[Start of section]
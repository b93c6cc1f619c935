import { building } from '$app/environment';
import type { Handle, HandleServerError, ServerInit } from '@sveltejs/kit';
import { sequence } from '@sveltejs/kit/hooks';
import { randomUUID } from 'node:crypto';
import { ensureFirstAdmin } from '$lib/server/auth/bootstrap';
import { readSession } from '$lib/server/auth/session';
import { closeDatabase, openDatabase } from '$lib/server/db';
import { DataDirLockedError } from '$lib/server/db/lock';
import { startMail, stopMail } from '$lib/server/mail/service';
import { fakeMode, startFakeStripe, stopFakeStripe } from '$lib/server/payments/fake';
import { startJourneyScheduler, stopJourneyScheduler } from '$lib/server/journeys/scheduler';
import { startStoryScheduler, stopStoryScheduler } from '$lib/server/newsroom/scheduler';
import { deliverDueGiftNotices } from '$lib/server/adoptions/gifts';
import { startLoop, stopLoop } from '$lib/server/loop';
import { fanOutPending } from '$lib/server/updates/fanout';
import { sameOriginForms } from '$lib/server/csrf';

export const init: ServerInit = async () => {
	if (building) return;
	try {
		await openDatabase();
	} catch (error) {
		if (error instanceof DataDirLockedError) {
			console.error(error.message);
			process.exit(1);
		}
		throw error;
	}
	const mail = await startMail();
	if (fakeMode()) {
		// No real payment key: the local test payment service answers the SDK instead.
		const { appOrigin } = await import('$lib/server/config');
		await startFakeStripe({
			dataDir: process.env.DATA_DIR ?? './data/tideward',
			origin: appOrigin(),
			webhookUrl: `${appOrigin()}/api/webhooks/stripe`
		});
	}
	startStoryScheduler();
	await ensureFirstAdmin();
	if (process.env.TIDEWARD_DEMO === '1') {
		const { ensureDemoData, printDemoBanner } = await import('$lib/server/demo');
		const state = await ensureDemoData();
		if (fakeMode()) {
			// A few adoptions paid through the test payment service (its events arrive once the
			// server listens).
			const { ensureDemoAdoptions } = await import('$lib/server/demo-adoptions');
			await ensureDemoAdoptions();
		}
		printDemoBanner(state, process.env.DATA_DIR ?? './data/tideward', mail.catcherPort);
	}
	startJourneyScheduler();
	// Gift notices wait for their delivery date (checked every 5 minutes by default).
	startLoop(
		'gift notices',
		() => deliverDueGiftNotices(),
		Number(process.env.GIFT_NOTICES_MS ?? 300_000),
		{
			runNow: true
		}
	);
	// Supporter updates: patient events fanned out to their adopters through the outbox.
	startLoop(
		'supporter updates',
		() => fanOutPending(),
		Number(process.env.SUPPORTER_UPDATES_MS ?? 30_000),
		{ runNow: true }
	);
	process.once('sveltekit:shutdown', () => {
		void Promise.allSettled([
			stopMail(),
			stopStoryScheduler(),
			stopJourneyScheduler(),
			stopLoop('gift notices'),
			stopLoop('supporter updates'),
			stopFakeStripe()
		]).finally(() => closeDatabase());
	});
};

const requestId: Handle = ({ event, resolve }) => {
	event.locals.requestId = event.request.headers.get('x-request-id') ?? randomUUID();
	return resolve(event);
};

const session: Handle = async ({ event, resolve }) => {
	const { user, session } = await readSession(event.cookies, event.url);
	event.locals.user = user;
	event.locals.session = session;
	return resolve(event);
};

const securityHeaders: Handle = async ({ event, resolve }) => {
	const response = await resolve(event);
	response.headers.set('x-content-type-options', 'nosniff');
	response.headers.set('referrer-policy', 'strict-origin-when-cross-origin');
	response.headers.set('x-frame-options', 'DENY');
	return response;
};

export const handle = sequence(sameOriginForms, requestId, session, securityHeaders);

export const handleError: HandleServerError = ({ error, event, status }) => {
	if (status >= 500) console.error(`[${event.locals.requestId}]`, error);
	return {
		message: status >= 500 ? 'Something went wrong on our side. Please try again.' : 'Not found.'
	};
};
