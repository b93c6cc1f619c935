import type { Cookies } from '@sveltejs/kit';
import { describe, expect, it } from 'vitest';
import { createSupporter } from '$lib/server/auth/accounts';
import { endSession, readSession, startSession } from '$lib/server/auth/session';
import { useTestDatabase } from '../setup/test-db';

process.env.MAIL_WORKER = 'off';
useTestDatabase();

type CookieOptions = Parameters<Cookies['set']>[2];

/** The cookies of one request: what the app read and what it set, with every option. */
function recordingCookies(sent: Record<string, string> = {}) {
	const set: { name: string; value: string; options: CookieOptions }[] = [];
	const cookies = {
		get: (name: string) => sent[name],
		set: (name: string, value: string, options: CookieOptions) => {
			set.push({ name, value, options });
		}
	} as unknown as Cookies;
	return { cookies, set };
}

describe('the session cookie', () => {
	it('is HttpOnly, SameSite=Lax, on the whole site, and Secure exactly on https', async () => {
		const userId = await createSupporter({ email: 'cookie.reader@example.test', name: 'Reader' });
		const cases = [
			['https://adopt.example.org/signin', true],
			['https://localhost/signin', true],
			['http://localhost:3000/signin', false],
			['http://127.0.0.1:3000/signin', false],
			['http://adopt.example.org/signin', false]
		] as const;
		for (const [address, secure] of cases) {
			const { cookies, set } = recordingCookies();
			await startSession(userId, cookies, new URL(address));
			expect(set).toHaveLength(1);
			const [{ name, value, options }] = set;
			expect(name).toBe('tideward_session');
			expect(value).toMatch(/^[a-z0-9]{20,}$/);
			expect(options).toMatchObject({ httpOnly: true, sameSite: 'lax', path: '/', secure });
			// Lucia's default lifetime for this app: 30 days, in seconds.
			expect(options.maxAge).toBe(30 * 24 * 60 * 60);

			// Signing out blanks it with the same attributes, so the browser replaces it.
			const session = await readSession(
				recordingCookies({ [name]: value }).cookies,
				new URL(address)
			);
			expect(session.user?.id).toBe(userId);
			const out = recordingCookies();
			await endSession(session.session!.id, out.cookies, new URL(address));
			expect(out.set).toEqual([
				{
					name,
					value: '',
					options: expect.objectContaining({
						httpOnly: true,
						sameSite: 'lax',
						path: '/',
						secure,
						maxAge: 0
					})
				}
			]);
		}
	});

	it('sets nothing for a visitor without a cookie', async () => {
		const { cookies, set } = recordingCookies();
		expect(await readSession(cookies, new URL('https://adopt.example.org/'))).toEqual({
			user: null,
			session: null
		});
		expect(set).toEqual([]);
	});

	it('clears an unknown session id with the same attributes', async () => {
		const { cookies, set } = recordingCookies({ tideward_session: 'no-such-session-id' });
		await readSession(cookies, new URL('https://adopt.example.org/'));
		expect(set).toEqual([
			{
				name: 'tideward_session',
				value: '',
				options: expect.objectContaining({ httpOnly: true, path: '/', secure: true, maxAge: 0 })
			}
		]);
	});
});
[End of section]
Required action: With nothing left out, output the whole listing exactly.

Result:
repository b93c6cc1f619c935
import { building } from '$app/environment';
import type { Handle, HandleServerError, ServerInit } from '@sveltejs/kit';
import { sequence } from '@sveltejs/kit/hooks';
import { randomUUID } from 'node:crypto';
import { ensureFirstAdmin } from '$lib/server/auth/bootstrap';
import { readSession } from '$lib/server/auth/session';
import { closeDatabase, openDatabase } from '$lib/server/db';
import { DataDirLockedError } from '$lib/server/db/lock';
import { startMail, stopMail } from '$lib/server/mail/service';
import { fakeMode, startFakeStripe, stopFakeStripe } from '$lib/server/payments/fake';
import { startJourneyScheduler, stopJourneyScheduler } from '$lib/server/journeys/scheduler';
import { startStoryScheduler, stopStoryScheduler } from '$lib/server/newsroom/scheduler';
import { deliverDueGiftNotices } from '$lib/server/adoptions/gifts';
import { startLoop, stopLoop } from '$lib/server/loop';
import { fanOutPending } from '$lib/server/updates/fanout';
import { sameOriginForms } from '$lib/server/csrf';

export const init: ServerInit = async () => {
	if (building) return;
	try {
		await openDatabase();
	} catch (error) {
		if (error instanceof DataDirLockedError) {
			console.error(error.message);
			process.exit(1);
		}
		throw error;
	}
	const mail = await startMail();
	if (fakeMode()) {
		// No real payment key: the local test payment service answers the SDK instead.
		const { appOrigin } = await import('$lib/server/config');
		await startFakeStripe({
			dataDir: process.env.DATA_DIR ?? './data/tideward',
			origin: appOrigin(),
			webhookUrl: `${appOrigin()}/api/webhooks/stripe`
		});
	}
	startStoryScheduler();
	await ensureFirstAdmin();
	if (process.env.TIDEWARD_DEMO === '1') {
		const { ensureDemoData, printDemoBanner } = await import('$lib/server/demo');
		const state = await ensureDemoData();
		if (fakeMode()) {
			// A few adoptions paid through the test payment service (its events arrive once the
			// server listens).
			const { ensureDemoAdoptions } = await import('$lib/server/demo-adoptions');
			await ensureDemoAdoptions();
		}
		printDemoBanner(state, process.env.DATA_DIR ?? './data/tideward', mail.catcherPort);
	}
	startJourneyScheduler();
	// Gift notices wait for their delivery date (checked every 5 minutes by default).
	startLoop(
		'gift notices',
		() => deliverDueGiftNotices(),
		Number(process.env.GIFT_NOTICES_MS ?? 300_000),
		{
			runNow: true
		}
	);
	// Supporter updates: patient events fanned out to their adopters through the outbox.
	startLoop(
		'supporter updates',
		() => fanOutPending(),
		Number(process.env.SUPPORTER_UPDATES_MS ?? 30_000),
		{ runNow: true }
	);
	process.once('sveltekit:shutdown', () => {
		void Promise.allSettled([
			stopMail(),
			stopStoryScheduler(),
			stopJourneyScheduler(),
			stopLoop('gift notices'),
			stopLoop('supporter updates'),
			stopFakeStripe()
		]).finally(() => closeDatabase());
	});
};

const requestId: Handle = ({ event, resolve }) => {
	event.locals.requestId = event.request.headers.get('x-request-id') ?? randomUUID();
	return resolve(event);
};

const session: Handle = async ({ event, resolve }) => {
	const { user, session } = await readSession(event.cookies, event.url);
	event.locals.user = user;
	event.locals.session = session;
	return resolve(event);
};

const securityHeaders: Handle = async ({ event, resolve }) => {
	const response = await resolve(event);
	response.headers.set('x-content-type-options', 'nosniff');
	response.headers.set('referrer-policy', 'strict-origin-when-cross-origin');
	response.headers.set('x-frame-options', 'DENY');
	return response;
};

export const handle = sequence(sameOriginForms, requestId, session, securityHeaders);

export const handleError: HandleServerError = ({ error, event, status }) => {
	if (status >= 500) console.error(`[${event.locals.requestId}]`, error);
	return {
		message: status >= 500 ? 'Something went wrong on our side. Please try again.' : 'Not found.'
	};
};
repository b93c6cc1f619c935
import type { Cookies } from '@sveltejs/kit';
import { describe, expect, it } from 'vitest';
import { createSupporter } from '$lib/server/auth/accounts';
import { endSession, readSession, startSession } from '$lib/server/auth/session';
import { useTestDatabase } from '../setup/test-db';

process.env.MAIL_WORKER = 'off';
useTestDatabase();

type CookieOptions = Parameters<Cookies['set']>[2];

/** The cookies of one request: what the app read and what it set, with every option. */
function recordingCookies(sent: Record<string, string> = {}) {
	const set: { name: string; value: string; options: CookieOptions }[] = [];
	const cookies = {
		get: (name: string) => sent[name],
		set: (name: string, value: string, options: CookieOptions) => {
			set.push({ name, value, options });
		}
	} as unknown as Cookies;
	return { cookies, set };
}

describe('the session cookie', () => {
	it('is HttpOnly, SameSite=Lax, on the whole site, and Secure exactly on https', async () => {
		const userId = await createSupporter({ email: 'cookie.reader@example.test', name: 'Reader' });
		const cases = [
			['https://adopt.example.org/signin', true],
			['https://localhost/signin', true],
			['http://localhost:3000/signin', false],
			['http://127.0.0.1:3000/signin', false],
			['http://adopt.example.org/signin', false]
		] as const;
		for (const [address, secure] of cases) {
			const { cookies, set } = recordingCookies();
			await startSession(userId, cookies, new URL(address));
			expect(set).toHaveLength(1);
			const [{ name, value, options }] = set;
			expect(name).toBe('tideward_session');
			expect(value).toMatch(/^[a-z0-9]{20,}$/);
			expect(options).toMatchObject({ httpOnly: true, sameSite: 'lax', path: '/', secure });
			// Lucia's default lifetime for this app: 30 days, in seconds.
			expect(options.maxAge).toBe(30 * 24 * 60 * 60);

			// Signing out blanks it with the same attributes, so the browser replaces it.
			const session = await readSession(
				recordingCookies({ [name]: value }).cookies,
				new URL(address)
			);
			expect(session.user?.id).toBe(userId);
			const out = recordingCookies();
			await endSession(session.session!.id, out.cookies, new URL(address));
			expect(out.set).toEqual([
				{
					name,
					value: '',
					options: expect.objectContaining({
						httpOnly: true,
						sameSite: 'lax',
						path: '/',
						secure,
						maxAge: 0
					})
				}
			]);
		}
	});

	it('sets nothing for a visitor without a cookie', async () => {
		const { cookies, set } = recordingCookies();
		expect(await readSession(cookies, new URL('https://adopt.example.org/'))).toEqual({
			user: null,
			session: null
		});
		expect(set).toEqual([]);
	});

	it('clears an unknown session id with the same attributes', async () => {
		const { cookies, set } = recordingCookies({ tideward_session: 'no-such-session-id' });
		await readSession(cookies, new URL('https://adopt.example.org/'));
		expect(set).toEqual([
			{
				name: 'tideward_session',
				value: '',
				options: expect.objectContaining({ httpOnly: true, path: '/', secure: true, maxAge: 0 })
			}
		]);
	});
});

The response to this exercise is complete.